___ The records

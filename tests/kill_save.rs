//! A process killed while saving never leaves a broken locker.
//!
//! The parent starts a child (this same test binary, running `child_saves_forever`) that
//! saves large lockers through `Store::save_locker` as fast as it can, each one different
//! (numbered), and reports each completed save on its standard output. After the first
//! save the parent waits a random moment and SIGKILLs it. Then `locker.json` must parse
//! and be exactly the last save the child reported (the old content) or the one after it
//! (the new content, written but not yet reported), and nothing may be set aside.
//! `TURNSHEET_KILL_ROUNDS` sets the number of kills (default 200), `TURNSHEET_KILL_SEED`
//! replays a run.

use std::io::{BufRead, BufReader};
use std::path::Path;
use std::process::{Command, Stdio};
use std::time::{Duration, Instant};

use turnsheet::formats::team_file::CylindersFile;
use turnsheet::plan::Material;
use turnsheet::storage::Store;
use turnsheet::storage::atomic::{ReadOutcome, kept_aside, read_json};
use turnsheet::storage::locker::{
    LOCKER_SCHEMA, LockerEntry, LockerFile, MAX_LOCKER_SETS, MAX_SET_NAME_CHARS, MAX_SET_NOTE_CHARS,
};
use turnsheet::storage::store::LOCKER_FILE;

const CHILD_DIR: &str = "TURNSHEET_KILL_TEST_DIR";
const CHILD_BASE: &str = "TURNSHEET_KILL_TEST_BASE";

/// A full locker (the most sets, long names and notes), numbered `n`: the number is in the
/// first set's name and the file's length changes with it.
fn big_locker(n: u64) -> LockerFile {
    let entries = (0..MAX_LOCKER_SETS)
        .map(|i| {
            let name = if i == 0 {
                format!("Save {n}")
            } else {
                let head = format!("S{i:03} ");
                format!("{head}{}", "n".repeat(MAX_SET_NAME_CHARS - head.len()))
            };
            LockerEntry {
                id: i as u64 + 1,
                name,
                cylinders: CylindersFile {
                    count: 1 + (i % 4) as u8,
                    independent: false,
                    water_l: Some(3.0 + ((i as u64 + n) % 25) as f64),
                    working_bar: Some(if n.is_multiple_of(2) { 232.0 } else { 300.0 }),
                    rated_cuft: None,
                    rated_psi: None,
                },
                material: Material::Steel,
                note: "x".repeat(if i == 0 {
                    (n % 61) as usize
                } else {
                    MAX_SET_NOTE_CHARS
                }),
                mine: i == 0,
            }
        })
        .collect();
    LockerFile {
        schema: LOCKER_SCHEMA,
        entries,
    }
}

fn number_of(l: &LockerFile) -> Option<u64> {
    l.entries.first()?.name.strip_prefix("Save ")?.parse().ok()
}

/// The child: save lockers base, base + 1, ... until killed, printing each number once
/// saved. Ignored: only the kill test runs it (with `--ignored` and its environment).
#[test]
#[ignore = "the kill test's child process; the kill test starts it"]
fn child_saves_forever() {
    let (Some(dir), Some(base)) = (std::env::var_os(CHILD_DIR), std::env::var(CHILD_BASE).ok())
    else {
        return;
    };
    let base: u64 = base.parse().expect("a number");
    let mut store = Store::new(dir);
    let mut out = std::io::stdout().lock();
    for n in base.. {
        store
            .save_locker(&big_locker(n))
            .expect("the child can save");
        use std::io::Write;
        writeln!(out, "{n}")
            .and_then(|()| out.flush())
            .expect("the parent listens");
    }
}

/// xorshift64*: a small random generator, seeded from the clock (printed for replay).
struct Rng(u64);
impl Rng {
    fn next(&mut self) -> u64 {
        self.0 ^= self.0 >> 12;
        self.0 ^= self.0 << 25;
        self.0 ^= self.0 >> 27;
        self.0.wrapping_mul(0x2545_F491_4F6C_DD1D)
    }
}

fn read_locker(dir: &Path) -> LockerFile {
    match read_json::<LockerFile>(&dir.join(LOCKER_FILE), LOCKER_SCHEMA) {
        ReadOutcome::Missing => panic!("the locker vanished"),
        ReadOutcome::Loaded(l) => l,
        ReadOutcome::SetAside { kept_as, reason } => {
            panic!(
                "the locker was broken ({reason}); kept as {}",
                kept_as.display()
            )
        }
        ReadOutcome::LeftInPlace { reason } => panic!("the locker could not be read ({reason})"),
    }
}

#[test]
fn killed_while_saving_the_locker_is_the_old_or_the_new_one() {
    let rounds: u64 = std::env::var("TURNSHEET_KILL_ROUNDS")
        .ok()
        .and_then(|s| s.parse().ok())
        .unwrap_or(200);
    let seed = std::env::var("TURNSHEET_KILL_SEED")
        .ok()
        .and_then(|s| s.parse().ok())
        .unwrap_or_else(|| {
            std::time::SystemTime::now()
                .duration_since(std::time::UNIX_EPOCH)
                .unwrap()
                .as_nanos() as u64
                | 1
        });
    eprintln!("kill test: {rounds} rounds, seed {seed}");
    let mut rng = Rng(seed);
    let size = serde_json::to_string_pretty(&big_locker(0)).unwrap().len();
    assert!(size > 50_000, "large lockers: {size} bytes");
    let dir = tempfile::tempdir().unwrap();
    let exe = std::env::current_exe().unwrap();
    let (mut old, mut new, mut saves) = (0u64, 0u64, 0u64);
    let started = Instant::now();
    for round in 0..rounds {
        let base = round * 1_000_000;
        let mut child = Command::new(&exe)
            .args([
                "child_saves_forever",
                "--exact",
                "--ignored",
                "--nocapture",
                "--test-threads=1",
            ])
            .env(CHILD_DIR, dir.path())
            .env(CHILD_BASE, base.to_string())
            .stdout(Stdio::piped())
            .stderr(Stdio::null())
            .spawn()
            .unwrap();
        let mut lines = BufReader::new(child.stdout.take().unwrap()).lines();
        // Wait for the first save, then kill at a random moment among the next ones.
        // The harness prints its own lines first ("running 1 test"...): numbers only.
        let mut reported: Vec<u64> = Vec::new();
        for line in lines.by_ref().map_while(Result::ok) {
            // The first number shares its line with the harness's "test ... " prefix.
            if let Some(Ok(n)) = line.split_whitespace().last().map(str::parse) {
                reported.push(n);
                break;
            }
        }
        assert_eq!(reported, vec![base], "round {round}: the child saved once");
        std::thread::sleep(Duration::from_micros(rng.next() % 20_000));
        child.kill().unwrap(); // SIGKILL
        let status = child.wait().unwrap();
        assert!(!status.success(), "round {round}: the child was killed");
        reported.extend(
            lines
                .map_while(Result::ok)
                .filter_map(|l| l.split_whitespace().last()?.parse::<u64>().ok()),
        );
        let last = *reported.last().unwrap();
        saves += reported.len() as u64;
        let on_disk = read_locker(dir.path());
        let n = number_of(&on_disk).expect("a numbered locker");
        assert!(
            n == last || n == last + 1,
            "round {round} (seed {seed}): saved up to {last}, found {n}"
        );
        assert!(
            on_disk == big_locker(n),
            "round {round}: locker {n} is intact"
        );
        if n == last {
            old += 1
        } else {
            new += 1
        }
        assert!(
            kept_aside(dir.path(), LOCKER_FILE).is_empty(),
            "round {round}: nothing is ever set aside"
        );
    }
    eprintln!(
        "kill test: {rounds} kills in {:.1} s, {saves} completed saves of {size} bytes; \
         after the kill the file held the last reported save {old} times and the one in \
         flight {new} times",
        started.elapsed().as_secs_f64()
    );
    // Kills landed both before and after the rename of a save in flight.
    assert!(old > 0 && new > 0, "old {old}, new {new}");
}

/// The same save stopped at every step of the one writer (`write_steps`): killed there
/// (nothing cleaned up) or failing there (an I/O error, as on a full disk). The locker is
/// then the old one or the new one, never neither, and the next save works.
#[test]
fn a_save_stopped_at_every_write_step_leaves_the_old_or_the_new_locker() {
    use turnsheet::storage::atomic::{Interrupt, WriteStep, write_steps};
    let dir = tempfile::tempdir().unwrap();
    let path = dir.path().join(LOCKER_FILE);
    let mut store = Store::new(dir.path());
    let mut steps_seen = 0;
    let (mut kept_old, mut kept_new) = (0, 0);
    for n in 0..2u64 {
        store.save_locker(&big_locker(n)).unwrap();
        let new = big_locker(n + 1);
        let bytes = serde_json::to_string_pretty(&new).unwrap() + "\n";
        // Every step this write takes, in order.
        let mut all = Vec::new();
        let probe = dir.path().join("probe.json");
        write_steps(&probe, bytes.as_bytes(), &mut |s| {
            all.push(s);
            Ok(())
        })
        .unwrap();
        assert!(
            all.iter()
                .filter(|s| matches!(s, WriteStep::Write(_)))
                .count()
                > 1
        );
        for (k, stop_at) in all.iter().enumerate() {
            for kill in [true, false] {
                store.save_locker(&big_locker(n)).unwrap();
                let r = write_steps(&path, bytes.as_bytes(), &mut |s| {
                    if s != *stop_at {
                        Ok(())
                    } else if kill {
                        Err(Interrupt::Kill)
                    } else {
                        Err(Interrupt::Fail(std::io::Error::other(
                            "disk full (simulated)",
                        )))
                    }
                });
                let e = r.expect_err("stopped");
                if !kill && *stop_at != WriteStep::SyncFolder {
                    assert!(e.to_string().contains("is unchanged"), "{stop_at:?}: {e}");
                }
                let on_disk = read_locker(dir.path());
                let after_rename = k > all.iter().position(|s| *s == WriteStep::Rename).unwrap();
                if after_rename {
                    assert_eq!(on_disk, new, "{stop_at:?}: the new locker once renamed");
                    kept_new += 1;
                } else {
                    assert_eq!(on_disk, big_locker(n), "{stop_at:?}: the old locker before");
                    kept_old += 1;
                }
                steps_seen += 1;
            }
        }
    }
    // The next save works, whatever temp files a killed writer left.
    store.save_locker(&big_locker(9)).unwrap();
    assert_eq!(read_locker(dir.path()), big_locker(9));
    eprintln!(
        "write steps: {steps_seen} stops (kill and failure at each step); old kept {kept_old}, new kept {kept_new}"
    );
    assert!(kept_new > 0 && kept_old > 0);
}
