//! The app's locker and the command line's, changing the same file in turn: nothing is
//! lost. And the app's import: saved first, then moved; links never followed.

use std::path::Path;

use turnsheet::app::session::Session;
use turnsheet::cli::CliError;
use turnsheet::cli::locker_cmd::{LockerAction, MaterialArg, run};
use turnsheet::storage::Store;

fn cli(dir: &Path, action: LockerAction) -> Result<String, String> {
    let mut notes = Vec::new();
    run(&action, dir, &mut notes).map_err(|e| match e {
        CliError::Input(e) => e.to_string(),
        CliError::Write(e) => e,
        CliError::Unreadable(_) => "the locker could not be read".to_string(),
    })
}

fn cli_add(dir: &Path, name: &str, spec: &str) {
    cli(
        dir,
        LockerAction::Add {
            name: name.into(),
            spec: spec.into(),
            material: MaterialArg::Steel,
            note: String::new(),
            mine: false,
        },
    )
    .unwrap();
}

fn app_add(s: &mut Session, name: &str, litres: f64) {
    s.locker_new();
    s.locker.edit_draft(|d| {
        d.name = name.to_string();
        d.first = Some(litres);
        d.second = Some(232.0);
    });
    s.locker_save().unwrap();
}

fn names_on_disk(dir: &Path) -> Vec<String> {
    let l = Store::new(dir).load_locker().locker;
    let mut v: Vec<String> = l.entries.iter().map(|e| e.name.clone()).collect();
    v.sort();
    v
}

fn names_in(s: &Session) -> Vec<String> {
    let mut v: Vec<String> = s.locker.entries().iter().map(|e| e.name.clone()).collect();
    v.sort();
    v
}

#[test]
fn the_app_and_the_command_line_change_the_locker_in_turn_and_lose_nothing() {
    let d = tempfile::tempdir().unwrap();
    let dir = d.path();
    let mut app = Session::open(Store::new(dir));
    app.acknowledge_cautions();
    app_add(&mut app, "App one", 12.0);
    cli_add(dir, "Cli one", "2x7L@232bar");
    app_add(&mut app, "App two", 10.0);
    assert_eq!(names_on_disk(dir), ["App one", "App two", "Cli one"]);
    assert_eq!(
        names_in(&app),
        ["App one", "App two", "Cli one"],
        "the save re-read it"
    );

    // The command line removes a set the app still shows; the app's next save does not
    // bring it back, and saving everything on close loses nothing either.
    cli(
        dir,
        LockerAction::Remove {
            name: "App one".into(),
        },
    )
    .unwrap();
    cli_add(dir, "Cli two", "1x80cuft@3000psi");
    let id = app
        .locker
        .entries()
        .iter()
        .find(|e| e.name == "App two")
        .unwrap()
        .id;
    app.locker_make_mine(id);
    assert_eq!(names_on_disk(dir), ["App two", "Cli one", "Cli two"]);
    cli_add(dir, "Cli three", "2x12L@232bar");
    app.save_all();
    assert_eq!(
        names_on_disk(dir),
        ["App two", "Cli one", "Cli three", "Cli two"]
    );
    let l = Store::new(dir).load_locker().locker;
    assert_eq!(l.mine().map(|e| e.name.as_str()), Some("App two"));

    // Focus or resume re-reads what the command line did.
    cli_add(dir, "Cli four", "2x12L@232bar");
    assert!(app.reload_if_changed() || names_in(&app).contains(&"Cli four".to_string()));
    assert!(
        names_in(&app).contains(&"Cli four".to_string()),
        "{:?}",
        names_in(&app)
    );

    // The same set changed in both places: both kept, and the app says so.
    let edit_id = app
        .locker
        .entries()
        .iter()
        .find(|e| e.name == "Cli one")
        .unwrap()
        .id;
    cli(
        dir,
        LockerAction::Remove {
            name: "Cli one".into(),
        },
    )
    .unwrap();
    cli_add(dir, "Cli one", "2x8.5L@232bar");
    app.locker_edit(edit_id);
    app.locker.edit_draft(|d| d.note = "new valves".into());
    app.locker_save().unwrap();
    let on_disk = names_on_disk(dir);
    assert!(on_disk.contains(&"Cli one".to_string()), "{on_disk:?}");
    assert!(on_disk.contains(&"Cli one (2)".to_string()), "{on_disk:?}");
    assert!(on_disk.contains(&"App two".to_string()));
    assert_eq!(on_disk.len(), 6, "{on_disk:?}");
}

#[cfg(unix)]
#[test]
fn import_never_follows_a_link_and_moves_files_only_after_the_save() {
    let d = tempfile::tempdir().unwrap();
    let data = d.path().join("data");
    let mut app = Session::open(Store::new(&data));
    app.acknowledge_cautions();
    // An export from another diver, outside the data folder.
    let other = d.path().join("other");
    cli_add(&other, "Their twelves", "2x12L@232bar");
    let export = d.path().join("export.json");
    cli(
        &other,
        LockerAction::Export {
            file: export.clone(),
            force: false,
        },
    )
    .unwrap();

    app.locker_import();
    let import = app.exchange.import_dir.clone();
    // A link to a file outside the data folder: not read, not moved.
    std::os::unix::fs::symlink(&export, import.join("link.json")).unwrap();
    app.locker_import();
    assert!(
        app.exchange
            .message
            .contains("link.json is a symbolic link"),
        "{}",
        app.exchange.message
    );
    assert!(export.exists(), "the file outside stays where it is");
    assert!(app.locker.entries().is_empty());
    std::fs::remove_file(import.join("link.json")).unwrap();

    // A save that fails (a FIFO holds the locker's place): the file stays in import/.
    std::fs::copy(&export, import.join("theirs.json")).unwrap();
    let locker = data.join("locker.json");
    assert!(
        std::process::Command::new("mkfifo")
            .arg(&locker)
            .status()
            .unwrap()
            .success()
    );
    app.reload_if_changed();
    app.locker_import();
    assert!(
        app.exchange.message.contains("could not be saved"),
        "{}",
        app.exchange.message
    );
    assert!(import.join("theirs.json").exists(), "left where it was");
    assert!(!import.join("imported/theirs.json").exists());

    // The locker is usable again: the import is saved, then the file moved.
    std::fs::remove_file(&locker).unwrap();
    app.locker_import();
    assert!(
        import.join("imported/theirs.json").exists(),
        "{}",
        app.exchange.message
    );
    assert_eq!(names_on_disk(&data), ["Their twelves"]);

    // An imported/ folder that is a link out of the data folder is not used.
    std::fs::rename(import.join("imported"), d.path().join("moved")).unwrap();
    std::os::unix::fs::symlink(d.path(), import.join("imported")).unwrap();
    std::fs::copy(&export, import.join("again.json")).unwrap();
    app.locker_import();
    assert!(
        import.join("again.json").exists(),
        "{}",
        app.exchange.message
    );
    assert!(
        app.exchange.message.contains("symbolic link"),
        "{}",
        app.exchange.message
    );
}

______

- **Description of the task**: Reproduce exactly the lines that run from the start of the records to the line with "each one different", both included.

- **Written answer**:
filename tests/kill_save.rs
//! A process killed while saving never leaves a broken locker.
//!
//! The parent starts a child (this same test binary, running `child_saves_forever`) that
//! saves large lockers through `Store::save_locker` as fast as it can, each one different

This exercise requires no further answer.